• Task prompt:
Find how many lines in the listing below include the word "removeEventListener". Give that number only.

• Information given:

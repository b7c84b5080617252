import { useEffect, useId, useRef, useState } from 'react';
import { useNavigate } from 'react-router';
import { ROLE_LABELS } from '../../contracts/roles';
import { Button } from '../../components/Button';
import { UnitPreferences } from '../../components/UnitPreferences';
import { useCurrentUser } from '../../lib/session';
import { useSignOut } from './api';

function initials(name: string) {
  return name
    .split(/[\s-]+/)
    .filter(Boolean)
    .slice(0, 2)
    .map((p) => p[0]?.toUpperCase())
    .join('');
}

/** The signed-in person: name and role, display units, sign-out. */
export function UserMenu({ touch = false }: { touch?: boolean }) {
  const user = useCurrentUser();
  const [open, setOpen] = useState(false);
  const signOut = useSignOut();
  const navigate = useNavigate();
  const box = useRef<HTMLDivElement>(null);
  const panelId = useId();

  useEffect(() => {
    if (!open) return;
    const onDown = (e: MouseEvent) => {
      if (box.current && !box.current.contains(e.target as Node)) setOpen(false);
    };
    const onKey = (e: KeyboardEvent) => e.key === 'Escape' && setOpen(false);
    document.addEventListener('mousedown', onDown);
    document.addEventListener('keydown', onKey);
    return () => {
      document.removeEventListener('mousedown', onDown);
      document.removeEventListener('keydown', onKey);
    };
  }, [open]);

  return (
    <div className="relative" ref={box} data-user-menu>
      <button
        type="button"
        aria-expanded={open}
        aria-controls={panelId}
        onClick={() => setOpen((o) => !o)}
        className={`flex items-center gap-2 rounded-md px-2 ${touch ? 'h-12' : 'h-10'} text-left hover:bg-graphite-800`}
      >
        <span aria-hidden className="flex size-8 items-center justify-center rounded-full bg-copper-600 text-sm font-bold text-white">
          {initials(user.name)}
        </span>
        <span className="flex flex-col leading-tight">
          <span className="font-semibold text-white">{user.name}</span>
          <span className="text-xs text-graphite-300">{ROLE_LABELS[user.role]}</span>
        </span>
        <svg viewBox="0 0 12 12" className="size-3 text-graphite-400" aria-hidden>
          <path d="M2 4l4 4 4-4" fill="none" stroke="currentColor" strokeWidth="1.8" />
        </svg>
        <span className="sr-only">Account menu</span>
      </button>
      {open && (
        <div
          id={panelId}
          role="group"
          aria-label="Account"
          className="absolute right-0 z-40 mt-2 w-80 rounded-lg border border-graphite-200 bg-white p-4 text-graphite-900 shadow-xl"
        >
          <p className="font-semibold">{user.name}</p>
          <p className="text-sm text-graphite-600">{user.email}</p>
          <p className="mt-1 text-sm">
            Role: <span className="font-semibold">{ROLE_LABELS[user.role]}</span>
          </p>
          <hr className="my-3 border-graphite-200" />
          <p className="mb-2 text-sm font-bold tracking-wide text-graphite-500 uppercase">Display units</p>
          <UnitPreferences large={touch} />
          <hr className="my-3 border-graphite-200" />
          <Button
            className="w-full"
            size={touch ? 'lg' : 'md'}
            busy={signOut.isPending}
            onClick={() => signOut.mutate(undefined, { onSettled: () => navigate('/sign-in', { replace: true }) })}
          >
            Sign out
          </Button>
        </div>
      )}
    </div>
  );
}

• Answer to the problem:
2